3.6 Biodegradation of electrolyzed Metolcarb solution
The degree of decomposition of an organic substance and the time required for its decomposition and its sensitivity to the reaction medium can express its biodegradability.
BOD5 of a pesticide is used to determine the ability of this chemical product to react with the active clay used as an environmental medium of significant ecological character. However, the measurement of oxygen consumption is a suitable measure to assess its biodegradation.

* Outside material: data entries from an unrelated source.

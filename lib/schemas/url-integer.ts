import { z } from "zod";

/** Largest value of a PostgreSQL `integer` (int4) column: 2³¹ − 1 (PostgreSQL 15 manual, §8.1.1). */
export const INT4_MAX = 2_147_483_647;

/**
 * The schema of a positive whole number that comes from a URL (a query parameter or a path segment) and
 * reaches SQL as an int4 value or a page: digits only (no sign, fraction, exponent or blanks), 1 to
 * 2 147 483 647. The one definition for every such number, so that `band=99999999999` or `page=1e20` is a
 * 4xx, never a database error. A number (not text) is read as its decimal digits, for callers that pass
 * defaults as numbers.
 * @param name - the parameter's name, for the messages ("page must be …")
 * @param max - a tighter upper bound (a page size); at most {@link INT4_MAX}
 */
export function positiveIntFromUrl(name: string, max = INT4_MAX) {
  return z.coerce
    .string()
    .regex(/^\d+$/, `${name} must be a whole number written in digits (no sign, decimal point or exponent)`)
    // Past 15 significant digits the value is far above the limit; Number() would round it (or give
    // Infinity past 308 digits, which z.number() refuses with a message about the type).
    .transform((digits) => {
      const significant = digits.replace(/^0+(?=\d)/, "");
      return significant.length > 15 ? Number.MAX_SAFE_INTEGER : Number(significant);
    })
    .pipe(
      z
        .number()
        .min(1, `${name} must be at least 1`)
        .max(Math.min(max, INT4_MAX), `${name} must be at most ${Math.min(max, INT4_MAX).toLocaleString("en-US").replace(/,/g, " ")}`),
    );
}
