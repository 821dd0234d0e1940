import { NextResponse } from "next/server";
import { exportRevision } from "@/lib/server/fits/export";
import { requireRevision } from "@/lib/server/fits/views";
import { workspaceRoute } from "@/lib/server/route";

/** The revision's parameter set (format "bandwright-parameter-set", version 2; JSON Schema in lib/export). */
export const GET = workspaceRoute({ minimumRole: "viewer" }, async ({ access, params }) => {
  const details = await requireRevision(access.workspace.id, params);
  return NextResponse.json(exportRevision(details), {
    headers: { "content-disposition": `attachment; filename="parameter-set-r${details.revision.number}.json"` },
  });
});
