import { z } from "zod";
import { positiveIntFromUrl } from "./url-integer";

/** Limits the dataset routes and the rename form share. */
export const datasetNameMaxLength = 200;
export const datasetDescriptionMaxLength = 5000;

/** Body of `PATCH /api/workspaces/{slug}/datasets/{id}`: a new name, a new description, or both. */
export const datasetChangesSchema = z
  .object({
    name: z.string().trim().min(1, "a dataset needs a name").max(datasetNameMaxLength, `at most ${datasetNameMaxLength} characters`).optional(),
    description: z.string().max(datasetDescriptionMaxLength, `at most ${datasetDescriptionMaxLength} characters`).optional(),
  })
  .strict()
  .refine((c) => c.name !== undefined || c.description !== undefined, "send a name, a description, or both");
export type DatasetChanges = z.infer<typeof datasetChangesSchema>;

/** Columns the points table sorts by (server-side). */
export const pointSortKeys = ["index", "row", "kIndex", "pathDistance", "band", "energy", "sigma"] as const;
export type PointSortKey = (typeof pointSortKeys)[number];

/** Largest page of points one request returns. */
export const maxPointsPageSize = 500;

/**
 * Query of `GET …/datasets/{id}/points`: `band` (1-based, optional filter), `page` (1-based, default 1),
 * `pageSize` (1–500, default 50), `sort` (a column, `-` in front for descending; default `index`, file order).
 */
export const pointsQuerySchema = z.object({
  band: positiveIntFromUrl("band").optional(),
  page: positiveIntFromUrl("page").default(1),
  pageSize: positiveIntFromUrl("pageSize", maxPointsPageSize).default(50),
  sort: z
    .string()
    .default("index")
    .transform((value, ctx) => {
      const descending = value.startsWith("-");
      const column = descending ? value.slice(1) : value;
      const key = pointSortKeys.find((k) => k === column);
      if (!key) {
        ctx.addIssue({ code: "custom", message: `sort by one of ${pointSortKeys.join(", ")} (prefix - for descending)` });
        return z.NEVER;
      }
      return { column: key, direction: descending ? ("desc" as const) : ("asc" as const) };
    }),
});
export type PointsQuery = z.output<typeof pointsQuerySchema>;
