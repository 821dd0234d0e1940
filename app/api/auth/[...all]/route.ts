export { GET, POST } from "@/lib/server/auth-handler";
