import { hostname } from "node:os";
import PgBoss from "pg-boss";
import { env } from "@/lib/env";
import { createQueues, healthQueue, queueSchema, type HealthJobOutput } from "@/lib/server/queues";

// The background worker: started with tsx (`tsx workers/main.ts`). It owns pg-boss's maintenance; fits
// will be added as further queues here.

const workerName = `${hostname()}:${process.pid}`;

async function main(): Promise<void> {
  const boss = new PgBoss({
    connectionString: env.DATABASE_URL,
    schema: queueSchema,
    // Expired jobs of a dead worker return to the queue at the next maintenance pass (pg-boss 10 has no
    // heartbeat), so passes run every 30 s rather than the default 120 s.
    maintenanceIntervalSeconds: 30,
  });
  boss.on("error", (error) => console.error("worker: pg-boss error:", error));
  await boss.start();
  await createQueues(boss);

  // Resolving completes every job of the batch with this output.
  await boss.work(healthQueue.name, { pollingIntervalSeconds: 0.5, batchSize: 5 }, async (): Promise<HealthJobOutput> => ({
    worker: workerName,
    answeredAt: new Date().toISOString(),
  }));
  console.log(`worker ${workerName}: listening on queue ${healthQueue.name}`);

  let stopping = false;
  const stop = async (signal: string) => {
    if (stopping) return;
    stopping = true;
    console.log(`worker ${workerName}: ${signal}, finishing current jobs`);
    await boss.stop({ graceful: true, wait: true, timeout: 20_000 });
    process.exit(0);
  };
  process.on("SIGTERM", () => void stop("SIGTERM"));
  process.on("SIGINT", () => void stop("SIGINT"));
}

main().catch((error: unknown) => {
  console.error("worker: failed to start:", error);
  process.exit(1);
});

Generally we follow the biodegradation of Metolcarb by testing the evolution of the solution during this study. clay is a locally abundant material, very diverse and treated before its utilization in this research part. Thus the solution of Metolcarb electrolyzed by the electro Fenton process is mixed with the reagents described in 2.5. This experimental technique allows to the measurements of the Biological Oxygen Demand (BOD5) of Metolcarb which having certain physico chemical properties while having others. The biodegradation of Metolcarb is investigated after its electrochemical treatment at current intensities 100 mA and 800 mA and during 3 hours. The results of the measurements in this paragraph correspond to the determination of the ratios of the Chemical oxygen demand and the Biological Oxygen Demand. Then, the found COD / BOD5 ratios indicate the biodegradability of Metolcarb using the same experimental method.These ratios are 1.4 and 0.2 at current intensities 100 mA and 800 mA respectively. It is then noted that the two ratios are less than 5. We deduce that the Metolcarb is biodegradable after its two electrolyses by electro Fenton process. Indeed, by increasing the electric current, the COD / BOD5 ratio decreases and Metolcarb is more biodegradable.